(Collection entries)
::::::
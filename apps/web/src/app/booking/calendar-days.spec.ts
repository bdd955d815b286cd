import { DateTime } from 'luxon';
import { freeStretches, monthDays, nextWholeHour, overlapsDay, stretchTimes, timesOnDay, weekDays } from './calendar-days';

describe('calendar days', () => {
  const zone = 'Europe/London';
  const anchor = DateTime.fromISO('2026-10-21T12:00:00Z');

  it('starts the week on Monday in the lab zone and keeps the 25-hour day of the clock change', () => {
    const days = weekDays(anchor, zone);
    expect(days.map((d) => d.date)).toEqual(['2026-10-19', '2026-10-20', '2026-10-21', '2026-10-22', '2026-10-23', '2026-10-24', '2026-10-25']);
    expect((days[6]!.end - days[6]!.start) / 3_600_000).toBe(25);
  });

  it('lists every day of the month', () => {
    expect(monthDays(anchor, zone)).toHaveLength(31);
  });

  it('treats periods as half-open and shows the times within the day', () => {
    const [monday, tuesday] = weekDays(anchor, zone);
    const period = { start: '2026-10-19T08:00:00Z', end: '2026-10-19T23:00:00Z' };
    expect(overlapsDay(period, monday!)).toBe(true);
    expect(overlapsDay(period, tuesday!)).toBe(false);
    expect(timesOnDay(period, monday!, zone)).toBe('09:00–…');
    expect(overlapsDay({ start: '2026-10-19T08:00:00Z', end: '2026-10-20T09:00:00Z' }, tuesday!)).toBe(true);
  });

  const at = (iso: string) => Date.parse(iso);
  const iso = (stretches: { start: number; end: number }[]) => stretches.map((s) => [new Date(s.start).toISOString(), new Date(s.end).toISOString()]);

  it('finds the free parts of a day around overlapping and back-to-back busy periods', () => {
    const tuesday = weekDays(anchor, zone)[1]!;
    const busy = [
      { start: '2026-10-20T12:00:00Z', end: '2026-10-20T14:00:00Z' },
      { start: '2026-10-20T08:00:00Z', end: '2026-10-20T10:00:00Z' },
      { start: '2026-10-20T09:00:00Z', end: '2026-10-20T11:00:00Z' },
      // Back to back with the one before: no gap between them.
      { start: '2026-10-20T14:00:00Z', end: '2026-10-20T15:00:00Z' },
      // Runs on into Wednesday.
      { start: '2026-10-20T21:00:00Z', end: '2026-10-21T03:00:00Z' },
    ];
    // Lab midnight is 23:00 UTC while British Summer Time (UTC+1) lasts.
    expect(iso(freeStretches(busy, tuesday, 0))).toEqual([
      ['2026-10-19T23:00:00.000Z', '2026-10-20T08:00:00.000Z'],
      ['2026-10-20T11:00:00.000Z', '2026-10-20T12:00:00.000Z'],
      ['2026-10-20T15:00:00.000Z', '2026-10-20T21:00:00.000Z'],
    ]);
    expect(freeStretches([{ start: '2026-10-19T20:00:00Z', end: '2026-10-21T01:00:00Z' }], tuesday, 0)).toEqual([]);
  });

  it('leaves out what is already past, and a day that is over', () => {
    const tuesday = weekDays(anchor, zone)[1]!;
    const busy = [{ start: '2026-10-20T12:00:00Z', end: '2026-10-20T14:00:00Z' }];
    expect(iso(freeStretches(busy, tuesday, at('2026-10-20T13:00:00Z')))).toEqual([['2026-10-20T14:00:00.000Z', '2026-10-20T23:00:00.000Z']]);
    expect(iso(freeStretches(busy, tuesday, at('2026-10-20T09:00:00Z')))).toEqual([
      ['2026-10-20T09:00:00.000Z', '2026-10-20T12:00:00.000Z'],
      ['2026-10-20T14:00:00.000Z', '2026-10-20T23:00:00.000Z'],
    ]);
    expect(freeStretches(busy, tuesday, at('2026-10-21T00:00:00Z'))).toEqual([]);
  });

  it('keeps the whole 25 hours of the day the clocks go back free when nothing is booked', () => {
    // UK clocks go back from 02:00 BST to 01:00 GMT on the last Sunday of October (IANA tz database, Europe/London:
    // EU rule, last Sunday of October at 01:00 UTC), so Sunday 25 October 2026 runs 23:00 UTC Saturday to 00:00 UTC Monday.
    const sunday = weekDays(anchor, zone)[6]!;
    const [whole] = freeStretches([], sunday, 0);
    expect(iso([whole!])).toEqual([['2026-10-24T23:00:00.000Z', '2026-10-26T00:00:00.000Z']]);
    expect(stretchTimes(whole!, sunday, zone)).toBe('all day');
    // 01:00 UTC is 01:00 GMT after the change; the day's last stretch ends at midnight, written 24:00.
    expect(stretchTimes({ start: at('2026-10-25T01:00:00Z'), end: sunday.end }, sunday, zone)).toBe('01:00–24:00');
    expect(stretchTimes({ start: sunday.start, end: at('2026-10-25T00:30:00Z') }, sunday, zone)).toBe('00:00–01:30');
  });

  it('rounds the present up to the lab clock’s next whole hour, and leaves a whole hour as it is', () => {
    expect(new Date(nextWholeHour(at('2026-10-20T09:20:31Z'), zone)).toISOString()).toBe('2026-10-20T10:00:00.000Z');
    expect(new Date(nextWholeHour(at('2026-10-20T09:00:00Z'), zone)).toISOString()).toBe('2026-10-20T09:00:00.000Z');
    // India keeps UTC+05:30 all year (IANA tz database, Asia/Kolkata), so its whole hours fall at half past in UTC.
    expect(new Date(nextWholeHour(at('2026-10-20T09:20:00Z'), 'Asia/Kolkata')).toISOString()).toBe('2026-10-20T09:30:00.000Z');
  });
});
::::::
- _REQUIRED WORK_
Take the entries above and copy them exactly from the first line through the line with "gap between them."; leave out every line after it.

- _RESPONSE TO THIS EXERCISE_
filename apps/web/src/app/booking/calendar-days.spec.ts
repository bdd955d815b286cd
import { DateTime } from 'luxon';
import { freeStretches, monthDays, nextWholeHour, overlapsDay, stretchTimes, timesOnDay, weekDays } from './calendar-days';

describe('calendar days', () => {
  const zone = 'Europe/London';
  const anchor = DateTime.fromISO('2026-10-21T12:00:00Z');

  it('starts the week on Monday in the lab zone and keeps the 25-hour day of the clock change', () => {
    const days = weekDays(anchor, zone);
    expect(days.map((d) => d.date)).toEqual(['2026-10-19', '2026-10-20', '2026-10-21', '2026-10-22', '2026-10-23', '2026-10-24', '2026-10-25']);
    expect((days[6]!.end - days[6]!.start) / 3_600_000).toBe(25);
  });

  it('lists every day of the month', () => {
    expect(monthDays(anchor, zone)).toHaveLength(31);
  });

  it('treats periods as half-open and shows the times within the day', () => {
    const [monday, tuesday] = weekDays(anchor, zone);
    const period = { start: '2026-10-19T08:00:00Z', end: '2026-10-19T23:00:00Z' };
    expect(overlapsDay(period, monday!)).toBe(true);
    expect(overlapsDay(period, tuesday!)).toBe(false);
    expect(timesOnDay(period, monday!, zone)).toBe('09:00–…');
    expect(overlapsDay({ start: '2026-10-19T08:00:00Z', end: '2026-10-20T09:00:00Z' }, tuesday!)).toBe(true);
  });

  const at = (iso: string) => Date.parse(iso);
  const iso = (stretches: { start: number; end: number }[]) => stretches.map((s) => [new Date(s.start).toISOString(), new Date(s.end).toISOString()]);

  it('finds the free parts of a day around overlapping and back-to-back busy periods', () => {
    const tuesday = weekDays(anchor, zone)[1]!;
    const busy = [
      { start: '2026-10-20T12:00:00Z', end: '2026-10-20T14:00:00Z' },
      { start: '2026-10-20T08:00:00Z', end: '2026-10-20T10:00:00Z' },
      { start: '2026-10-20T09:00:00Z', end: '2026-10-20T11:00:00Z' },
      // Back to back with the one before: no gap between them.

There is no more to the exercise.